# DATA IN THIS EXERCISE

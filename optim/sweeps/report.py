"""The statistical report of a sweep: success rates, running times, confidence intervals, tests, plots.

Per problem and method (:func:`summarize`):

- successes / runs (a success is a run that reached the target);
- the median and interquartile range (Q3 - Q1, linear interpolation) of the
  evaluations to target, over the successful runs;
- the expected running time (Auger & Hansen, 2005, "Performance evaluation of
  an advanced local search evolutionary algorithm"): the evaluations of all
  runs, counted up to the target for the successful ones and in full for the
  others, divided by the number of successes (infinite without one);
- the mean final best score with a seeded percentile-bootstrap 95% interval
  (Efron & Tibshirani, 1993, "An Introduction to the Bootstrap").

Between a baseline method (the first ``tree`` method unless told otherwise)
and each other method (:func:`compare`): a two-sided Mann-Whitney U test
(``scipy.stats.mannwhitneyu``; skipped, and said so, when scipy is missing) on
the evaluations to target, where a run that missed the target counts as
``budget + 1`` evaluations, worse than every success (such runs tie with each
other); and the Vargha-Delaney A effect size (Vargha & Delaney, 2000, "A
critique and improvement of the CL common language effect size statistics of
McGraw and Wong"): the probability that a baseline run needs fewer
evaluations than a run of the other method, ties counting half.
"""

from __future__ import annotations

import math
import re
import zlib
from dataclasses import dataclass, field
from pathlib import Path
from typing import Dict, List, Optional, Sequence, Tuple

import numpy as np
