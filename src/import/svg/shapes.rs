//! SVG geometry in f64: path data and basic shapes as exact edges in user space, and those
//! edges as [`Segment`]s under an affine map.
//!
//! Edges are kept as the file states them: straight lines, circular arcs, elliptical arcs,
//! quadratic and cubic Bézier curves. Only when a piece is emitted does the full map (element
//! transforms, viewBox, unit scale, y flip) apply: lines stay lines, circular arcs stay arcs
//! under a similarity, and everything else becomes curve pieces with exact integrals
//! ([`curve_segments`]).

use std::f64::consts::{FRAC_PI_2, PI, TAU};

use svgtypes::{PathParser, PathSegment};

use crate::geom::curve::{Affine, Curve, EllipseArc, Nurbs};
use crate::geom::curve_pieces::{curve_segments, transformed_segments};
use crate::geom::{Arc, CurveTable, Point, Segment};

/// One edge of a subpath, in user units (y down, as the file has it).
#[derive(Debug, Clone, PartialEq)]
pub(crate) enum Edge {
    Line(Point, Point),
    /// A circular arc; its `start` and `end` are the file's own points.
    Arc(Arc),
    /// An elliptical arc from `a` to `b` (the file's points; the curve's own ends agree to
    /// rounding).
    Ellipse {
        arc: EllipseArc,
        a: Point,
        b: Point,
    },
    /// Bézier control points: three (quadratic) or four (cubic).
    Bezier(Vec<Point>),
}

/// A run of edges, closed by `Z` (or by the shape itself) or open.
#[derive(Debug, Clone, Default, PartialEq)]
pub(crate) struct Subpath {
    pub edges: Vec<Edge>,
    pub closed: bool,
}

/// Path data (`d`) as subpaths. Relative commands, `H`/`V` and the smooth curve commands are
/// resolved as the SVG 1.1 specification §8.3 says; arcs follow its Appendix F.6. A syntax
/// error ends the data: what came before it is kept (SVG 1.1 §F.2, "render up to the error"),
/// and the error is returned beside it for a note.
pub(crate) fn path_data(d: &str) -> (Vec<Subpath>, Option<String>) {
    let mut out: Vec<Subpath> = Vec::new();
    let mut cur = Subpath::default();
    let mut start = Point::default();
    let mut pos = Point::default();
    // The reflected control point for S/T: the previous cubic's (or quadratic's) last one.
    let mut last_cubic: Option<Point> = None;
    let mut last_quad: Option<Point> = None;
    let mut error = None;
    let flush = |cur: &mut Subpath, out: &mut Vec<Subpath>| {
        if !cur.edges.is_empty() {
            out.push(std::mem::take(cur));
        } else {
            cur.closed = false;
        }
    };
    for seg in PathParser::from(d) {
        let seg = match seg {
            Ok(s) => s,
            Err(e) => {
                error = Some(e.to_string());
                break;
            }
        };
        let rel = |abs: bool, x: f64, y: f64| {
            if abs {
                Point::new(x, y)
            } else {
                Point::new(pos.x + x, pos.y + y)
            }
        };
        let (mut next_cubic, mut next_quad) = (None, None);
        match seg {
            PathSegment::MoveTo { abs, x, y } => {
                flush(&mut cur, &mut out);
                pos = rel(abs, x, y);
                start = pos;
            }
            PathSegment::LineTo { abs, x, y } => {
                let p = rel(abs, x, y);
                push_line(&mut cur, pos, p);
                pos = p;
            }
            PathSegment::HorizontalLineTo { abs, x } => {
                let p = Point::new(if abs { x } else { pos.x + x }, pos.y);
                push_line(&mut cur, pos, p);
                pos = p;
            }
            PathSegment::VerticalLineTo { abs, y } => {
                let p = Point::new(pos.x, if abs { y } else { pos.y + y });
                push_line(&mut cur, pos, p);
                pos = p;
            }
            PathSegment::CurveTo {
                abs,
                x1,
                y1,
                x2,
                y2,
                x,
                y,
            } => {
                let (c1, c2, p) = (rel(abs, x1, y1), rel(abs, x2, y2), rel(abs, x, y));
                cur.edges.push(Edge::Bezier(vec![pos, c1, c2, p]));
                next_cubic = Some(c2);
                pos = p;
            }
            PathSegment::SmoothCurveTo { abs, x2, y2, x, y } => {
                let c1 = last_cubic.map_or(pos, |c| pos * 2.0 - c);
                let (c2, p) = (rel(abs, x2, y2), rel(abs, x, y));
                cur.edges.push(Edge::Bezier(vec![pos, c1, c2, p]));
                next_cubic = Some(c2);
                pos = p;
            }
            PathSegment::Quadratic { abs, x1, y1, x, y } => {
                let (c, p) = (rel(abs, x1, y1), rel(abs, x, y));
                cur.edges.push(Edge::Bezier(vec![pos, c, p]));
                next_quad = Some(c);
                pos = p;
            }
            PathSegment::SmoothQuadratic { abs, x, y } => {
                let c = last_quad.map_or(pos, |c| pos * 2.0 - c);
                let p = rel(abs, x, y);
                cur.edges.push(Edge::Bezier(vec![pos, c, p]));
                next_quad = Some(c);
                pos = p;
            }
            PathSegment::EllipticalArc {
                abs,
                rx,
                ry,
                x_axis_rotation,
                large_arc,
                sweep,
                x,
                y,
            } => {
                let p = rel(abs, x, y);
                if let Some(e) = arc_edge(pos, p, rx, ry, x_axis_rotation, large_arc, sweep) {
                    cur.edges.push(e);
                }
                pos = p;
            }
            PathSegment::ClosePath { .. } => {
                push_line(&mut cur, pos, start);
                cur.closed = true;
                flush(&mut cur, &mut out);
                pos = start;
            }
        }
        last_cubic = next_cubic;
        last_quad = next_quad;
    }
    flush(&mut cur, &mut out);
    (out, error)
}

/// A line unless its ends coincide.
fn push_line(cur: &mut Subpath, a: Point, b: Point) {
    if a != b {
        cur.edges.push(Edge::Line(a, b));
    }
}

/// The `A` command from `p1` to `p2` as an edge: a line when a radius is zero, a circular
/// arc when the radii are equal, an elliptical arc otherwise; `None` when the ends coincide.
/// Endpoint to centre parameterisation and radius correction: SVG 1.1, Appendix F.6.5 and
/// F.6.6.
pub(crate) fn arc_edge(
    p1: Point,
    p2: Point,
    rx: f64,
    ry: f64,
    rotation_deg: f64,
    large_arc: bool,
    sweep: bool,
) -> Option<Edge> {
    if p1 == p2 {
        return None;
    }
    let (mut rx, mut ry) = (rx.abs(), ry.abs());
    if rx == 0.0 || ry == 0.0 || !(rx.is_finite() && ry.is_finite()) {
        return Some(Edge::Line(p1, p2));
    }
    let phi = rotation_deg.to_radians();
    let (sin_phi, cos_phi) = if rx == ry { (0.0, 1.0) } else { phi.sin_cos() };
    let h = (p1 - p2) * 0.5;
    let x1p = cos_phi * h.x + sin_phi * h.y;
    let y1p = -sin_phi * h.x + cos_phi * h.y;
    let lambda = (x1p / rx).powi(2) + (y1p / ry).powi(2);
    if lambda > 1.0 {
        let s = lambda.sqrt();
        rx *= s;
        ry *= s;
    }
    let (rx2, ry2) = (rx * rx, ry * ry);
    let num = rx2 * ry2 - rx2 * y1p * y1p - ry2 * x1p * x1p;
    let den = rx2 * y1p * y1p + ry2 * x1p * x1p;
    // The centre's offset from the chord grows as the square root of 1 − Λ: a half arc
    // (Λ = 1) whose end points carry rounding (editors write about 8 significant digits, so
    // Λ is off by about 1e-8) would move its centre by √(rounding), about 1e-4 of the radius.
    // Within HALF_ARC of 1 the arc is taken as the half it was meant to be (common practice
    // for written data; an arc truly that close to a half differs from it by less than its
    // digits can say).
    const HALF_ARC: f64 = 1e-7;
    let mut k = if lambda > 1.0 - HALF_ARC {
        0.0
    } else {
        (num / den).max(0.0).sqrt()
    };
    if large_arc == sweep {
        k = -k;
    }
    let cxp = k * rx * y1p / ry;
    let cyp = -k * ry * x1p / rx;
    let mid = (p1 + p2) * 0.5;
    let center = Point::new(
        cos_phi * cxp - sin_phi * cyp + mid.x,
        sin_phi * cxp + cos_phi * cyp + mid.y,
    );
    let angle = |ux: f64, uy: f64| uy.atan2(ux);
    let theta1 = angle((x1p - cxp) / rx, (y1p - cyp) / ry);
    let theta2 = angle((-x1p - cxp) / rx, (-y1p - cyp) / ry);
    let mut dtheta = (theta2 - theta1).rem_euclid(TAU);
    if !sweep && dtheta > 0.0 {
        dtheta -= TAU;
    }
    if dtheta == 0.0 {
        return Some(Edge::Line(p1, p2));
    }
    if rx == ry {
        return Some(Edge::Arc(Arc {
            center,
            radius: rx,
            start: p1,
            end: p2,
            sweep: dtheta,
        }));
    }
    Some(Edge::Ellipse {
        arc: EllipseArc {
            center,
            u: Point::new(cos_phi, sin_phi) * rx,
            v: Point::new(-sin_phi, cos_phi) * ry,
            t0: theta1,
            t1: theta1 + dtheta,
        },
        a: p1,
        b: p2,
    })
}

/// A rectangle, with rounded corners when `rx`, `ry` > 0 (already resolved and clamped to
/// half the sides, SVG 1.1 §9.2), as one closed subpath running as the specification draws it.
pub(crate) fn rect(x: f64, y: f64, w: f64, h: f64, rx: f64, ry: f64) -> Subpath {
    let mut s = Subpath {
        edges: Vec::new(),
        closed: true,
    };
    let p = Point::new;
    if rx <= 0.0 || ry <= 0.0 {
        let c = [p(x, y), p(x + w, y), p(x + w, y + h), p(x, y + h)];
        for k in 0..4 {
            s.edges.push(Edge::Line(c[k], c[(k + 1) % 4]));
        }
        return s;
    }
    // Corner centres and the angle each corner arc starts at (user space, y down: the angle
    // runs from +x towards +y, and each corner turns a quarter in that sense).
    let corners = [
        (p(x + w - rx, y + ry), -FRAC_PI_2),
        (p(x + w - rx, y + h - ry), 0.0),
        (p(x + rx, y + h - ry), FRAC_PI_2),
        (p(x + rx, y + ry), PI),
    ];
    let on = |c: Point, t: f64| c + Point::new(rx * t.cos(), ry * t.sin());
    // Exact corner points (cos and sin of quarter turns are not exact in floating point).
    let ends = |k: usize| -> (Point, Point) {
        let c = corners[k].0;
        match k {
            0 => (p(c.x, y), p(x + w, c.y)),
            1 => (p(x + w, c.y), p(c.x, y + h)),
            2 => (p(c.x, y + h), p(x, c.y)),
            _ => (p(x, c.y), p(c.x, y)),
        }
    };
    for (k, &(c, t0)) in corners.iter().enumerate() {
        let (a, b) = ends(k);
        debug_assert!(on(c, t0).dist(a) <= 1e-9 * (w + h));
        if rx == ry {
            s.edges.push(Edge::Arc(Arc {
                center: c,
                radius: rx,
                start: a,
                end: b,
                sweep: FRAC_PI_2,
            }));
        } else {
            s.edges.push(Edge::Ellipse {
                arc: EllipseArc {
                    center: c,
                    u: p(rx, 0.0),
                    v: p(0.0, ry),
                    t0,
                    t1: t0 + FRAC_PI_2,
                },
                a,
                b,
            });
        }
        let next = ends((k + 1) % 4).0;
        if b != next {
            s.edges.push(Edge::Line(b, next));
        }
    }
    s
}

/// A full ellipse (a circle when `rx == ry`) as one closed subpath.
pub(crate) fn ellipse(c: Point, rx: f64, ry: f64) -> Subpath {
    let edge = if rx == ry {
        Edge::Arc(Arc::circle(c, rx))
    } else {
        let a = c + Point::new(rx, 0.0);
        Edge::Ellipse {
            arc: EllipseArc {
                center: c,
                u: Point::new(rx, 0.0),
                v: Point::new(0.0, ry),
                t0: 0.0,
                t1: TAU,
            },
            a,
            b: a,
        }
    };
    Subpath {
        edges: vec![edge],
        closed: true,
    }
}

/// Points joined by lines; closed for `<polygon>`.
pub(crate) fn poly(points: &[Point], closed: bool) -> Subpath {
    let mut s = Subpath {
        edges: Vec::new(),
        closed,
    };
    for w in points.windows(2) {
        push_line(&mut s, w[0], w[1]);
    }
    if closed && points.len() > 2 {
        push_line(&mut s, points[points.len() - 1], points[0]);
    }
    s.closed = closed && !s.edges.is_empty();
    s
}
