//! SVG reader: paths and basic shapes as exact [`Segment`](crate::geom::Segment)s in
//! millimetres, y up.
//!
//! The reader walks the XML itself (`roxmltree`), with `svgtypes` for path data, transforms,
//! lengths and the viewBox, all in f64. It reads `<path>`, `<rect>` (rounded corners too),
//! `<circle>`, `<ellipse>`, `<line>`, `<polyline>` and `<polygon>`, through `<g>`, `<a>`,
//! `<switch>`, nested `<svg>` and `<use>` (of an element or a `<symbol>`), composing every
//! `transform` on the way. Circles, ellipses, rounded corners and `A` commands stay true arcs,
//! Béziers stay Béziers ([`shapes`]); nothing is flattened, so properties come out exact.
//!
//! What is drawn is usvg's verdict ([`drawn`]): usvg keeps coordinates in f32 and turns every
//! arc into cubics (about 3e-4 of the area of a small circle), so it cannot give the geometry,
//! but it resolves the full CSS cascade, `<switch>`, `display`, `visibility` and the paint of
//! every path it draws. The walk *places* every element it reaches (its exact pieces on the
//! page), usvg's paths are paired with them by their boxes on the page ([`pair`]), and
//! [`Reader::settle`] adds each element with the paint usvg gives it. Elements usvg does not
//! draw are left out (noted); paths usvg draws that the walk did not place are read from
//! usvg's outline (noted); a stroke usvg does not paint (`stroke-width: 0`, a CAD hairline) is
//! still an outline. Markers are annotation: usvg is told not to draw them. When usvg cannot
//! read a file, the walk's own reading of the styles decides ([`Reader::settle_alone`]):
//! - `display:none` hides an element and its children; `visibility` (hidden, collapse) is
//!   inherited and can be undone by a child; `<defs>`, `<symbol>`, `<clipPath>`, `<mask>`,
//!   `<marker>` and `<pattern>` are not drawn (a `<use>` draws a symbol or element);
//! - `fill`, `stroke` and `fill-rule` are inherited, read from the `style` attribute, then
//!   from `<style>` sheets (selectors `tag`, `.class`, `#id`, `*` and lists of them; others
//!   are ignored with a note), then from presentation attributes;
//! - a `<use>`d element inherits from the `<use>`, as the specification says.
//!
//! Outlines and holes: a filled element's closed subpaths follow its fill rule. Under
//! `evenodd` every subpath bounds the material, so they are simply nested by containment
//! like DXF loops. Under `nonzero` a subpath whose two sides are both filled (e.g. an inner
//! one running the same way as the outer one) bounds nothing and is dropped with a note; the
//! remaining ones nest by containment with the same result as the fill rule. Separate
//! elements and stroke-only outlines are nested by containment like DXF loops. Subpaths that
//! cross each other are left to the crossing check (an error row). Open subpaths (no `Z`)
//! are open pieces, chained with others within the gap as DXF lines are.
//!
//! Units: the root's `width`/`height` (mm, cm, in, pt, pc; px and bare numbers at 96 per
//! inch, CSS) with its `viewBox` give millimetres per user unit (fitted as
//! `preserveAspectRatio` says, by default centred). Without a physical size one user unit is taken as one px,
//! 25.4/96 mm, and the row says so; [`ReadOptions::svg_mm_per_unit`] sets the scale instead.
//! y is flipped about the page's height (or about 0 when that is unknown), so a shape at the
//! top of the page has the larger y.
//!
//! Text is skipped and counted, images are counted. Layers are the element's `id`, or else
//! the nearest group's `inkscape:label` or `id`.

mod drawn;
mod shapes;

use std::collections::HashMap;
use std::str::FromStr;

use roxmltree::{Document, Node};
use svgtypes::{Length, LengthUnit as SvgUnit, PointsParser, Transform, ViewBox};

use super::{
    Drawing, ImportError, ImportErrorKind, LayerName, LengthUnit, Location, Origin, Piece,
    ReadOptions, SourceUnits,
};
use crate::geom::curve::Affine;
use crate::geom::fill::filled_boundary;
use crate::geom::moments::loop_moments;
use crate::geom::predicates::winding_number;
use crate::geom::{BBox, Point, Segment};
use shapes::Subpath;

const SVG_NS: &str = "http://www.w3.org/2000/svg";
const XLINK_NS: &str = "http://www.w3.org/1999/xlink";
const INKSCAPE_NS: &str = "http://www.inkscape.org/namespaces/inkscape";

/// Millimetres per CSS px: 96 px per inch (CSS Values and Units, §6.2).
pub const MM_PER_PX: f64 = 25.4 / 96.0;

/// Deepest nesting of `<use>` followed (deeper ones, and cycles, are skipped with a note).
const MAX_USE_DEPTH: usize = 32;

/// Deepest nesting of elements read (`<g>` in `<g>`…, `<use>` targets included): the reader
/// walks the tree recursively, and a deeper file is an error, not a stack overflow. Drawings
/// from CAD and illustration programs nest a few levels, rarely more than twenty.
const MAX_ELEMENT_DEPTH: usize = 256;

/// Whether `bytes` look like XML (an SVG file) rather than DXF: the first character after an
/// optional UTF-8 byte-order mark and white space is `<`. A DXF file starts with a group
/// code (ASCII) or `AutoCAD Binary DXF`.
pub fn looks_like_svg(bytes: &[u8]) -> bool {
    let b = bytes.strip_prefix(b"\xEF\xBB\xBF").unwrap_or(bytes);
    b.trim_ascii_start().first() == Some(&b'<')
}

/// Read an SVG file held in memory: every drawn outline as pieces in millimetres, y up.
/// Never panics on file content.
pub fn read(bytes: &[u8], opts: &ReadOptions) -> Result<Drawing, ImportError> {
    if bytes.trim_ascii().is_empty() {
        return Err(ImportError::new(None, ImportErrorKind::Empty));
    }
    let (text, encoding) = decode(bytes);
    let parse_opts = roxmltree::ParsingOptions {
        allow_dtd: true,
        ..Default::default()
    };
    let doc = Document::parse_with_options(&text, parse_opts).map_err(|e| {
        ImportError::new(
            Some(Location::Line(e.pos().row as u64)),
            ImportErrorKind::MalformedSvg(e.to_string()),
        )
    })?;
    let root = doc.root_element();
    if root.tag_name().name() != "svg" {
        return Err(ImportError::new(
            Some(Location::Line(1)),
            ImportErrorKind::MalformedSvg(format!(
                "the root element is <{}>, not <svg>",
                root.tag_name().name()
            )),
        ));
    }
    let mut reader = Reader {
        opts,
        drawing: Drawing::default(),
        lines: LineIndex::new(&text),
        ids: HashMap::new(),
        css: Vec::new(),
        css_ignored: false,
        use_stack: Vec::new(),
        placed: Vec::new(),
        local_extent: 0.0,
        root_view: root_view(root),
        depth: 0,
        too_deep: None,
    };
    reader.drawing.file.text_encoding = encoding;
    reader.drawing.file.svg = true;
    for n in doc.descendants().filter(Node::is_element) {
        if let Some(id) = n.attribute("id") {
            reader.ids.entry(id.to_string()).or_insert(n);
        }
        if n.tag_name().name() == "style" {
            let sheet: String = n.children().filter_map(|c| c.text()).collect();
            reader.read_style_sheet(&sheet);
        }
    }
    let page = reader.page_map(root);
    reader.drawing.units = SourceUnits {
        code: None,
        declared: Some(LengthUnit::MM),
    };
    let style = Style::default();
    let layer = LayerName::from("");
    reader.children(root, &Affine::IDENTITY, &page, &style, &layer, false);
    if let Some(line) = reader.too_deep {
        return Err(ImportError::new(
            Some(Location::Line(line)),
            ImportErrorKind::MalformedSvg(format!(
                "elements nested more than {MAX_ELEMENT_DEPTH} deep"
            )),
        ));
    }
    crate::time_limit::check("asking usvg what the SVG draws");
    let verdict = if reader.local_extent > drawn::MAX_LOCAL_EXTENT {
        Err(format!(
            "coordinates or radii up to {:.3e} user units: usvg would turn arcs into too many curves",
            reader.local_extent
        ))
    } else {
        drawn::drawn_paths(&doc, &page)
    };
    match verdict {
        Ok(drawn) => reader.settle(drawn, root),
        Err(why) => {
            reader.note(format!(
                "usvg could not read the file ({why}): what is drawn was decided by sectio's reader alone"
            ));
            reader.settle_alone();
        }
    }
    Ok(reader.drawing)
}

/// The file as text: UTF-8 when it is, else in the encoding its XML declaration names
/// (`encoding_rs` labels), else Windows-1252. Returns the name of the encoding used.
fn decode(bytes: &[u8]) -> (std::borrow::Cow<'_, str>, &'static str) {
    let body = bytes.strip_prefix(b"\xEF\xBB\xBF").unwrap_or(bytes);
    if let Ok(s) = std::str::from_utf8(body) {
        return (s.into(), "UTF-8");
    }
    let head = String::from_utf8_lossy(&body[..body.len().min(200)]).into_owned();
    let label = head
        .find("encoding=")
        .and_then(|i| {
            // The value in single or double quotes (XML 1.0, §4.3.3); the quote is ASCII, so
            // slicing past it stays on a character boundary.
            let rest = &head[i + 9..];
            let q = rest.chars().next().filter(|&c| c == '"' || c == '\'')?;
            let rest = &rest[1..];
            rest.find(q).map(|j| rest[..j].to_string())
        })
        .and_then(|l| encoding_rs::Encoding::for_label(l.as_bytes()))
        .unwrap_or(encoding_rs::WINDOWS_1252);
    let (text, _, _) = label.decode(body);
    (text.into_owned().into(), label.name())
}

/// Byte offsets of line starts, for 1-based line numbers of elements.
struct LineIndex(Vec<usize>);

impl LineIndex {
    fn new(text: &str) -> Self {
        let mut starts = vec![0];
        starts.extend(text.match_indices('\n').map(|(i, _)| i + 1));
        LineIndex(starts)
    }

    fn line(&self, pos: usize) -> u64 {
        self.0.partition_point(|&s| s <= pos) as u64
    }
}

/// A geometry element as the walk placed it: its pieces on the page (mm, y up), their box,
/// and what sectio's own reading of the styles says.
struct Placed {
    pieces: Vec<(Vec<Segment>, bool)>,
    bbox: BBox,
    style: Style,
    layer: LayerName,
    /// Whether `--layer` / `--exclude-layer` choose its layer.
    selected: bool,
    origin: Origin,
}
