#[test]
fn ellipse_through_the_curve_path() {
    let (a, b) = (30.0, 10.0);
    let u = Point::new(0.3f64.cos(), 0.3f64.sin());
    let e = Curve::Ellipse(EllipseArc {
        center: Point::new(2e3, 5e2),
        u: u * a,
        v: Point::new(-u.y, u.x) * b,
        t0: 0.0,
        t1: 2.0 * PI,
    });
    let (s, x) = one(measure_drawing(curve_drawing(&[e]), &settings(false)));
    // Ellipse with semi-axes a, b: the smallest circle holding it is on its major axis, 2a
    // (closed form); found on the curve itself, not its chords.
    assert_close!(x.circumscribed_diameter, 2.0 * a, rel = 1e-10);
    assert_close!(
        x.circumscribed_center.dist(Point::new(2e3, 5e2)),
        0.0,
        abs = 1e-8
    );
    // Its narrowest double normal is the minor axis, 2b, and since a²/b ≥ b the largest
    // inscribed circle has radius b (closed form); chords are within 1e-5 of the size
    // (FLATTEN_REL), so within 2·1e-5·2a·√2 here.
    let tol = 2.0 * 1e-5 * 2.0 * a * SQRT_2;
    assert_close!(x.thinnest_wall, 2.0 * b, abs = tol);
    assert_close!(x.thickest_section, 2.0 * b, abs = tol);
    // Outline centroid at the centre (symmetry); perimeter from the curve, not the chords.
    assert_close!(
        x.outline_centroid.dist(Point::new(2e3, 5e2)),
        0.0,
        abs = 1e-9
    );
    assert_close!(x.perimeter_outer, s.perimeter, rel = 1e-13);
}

# WHAT IS EXPECTED
The expected answer is each line of the records above that includes the string "Location".

# EXERCISE OUTPUT
    Drawing, ImportError, ImportErrorKind, LayerName, LengthUnit, Location, Origin, Piece,
            Some(Location::Line(e.pos().row as u64)),
            Some(Location::Line(1)),
            Some(Location::Line(line)),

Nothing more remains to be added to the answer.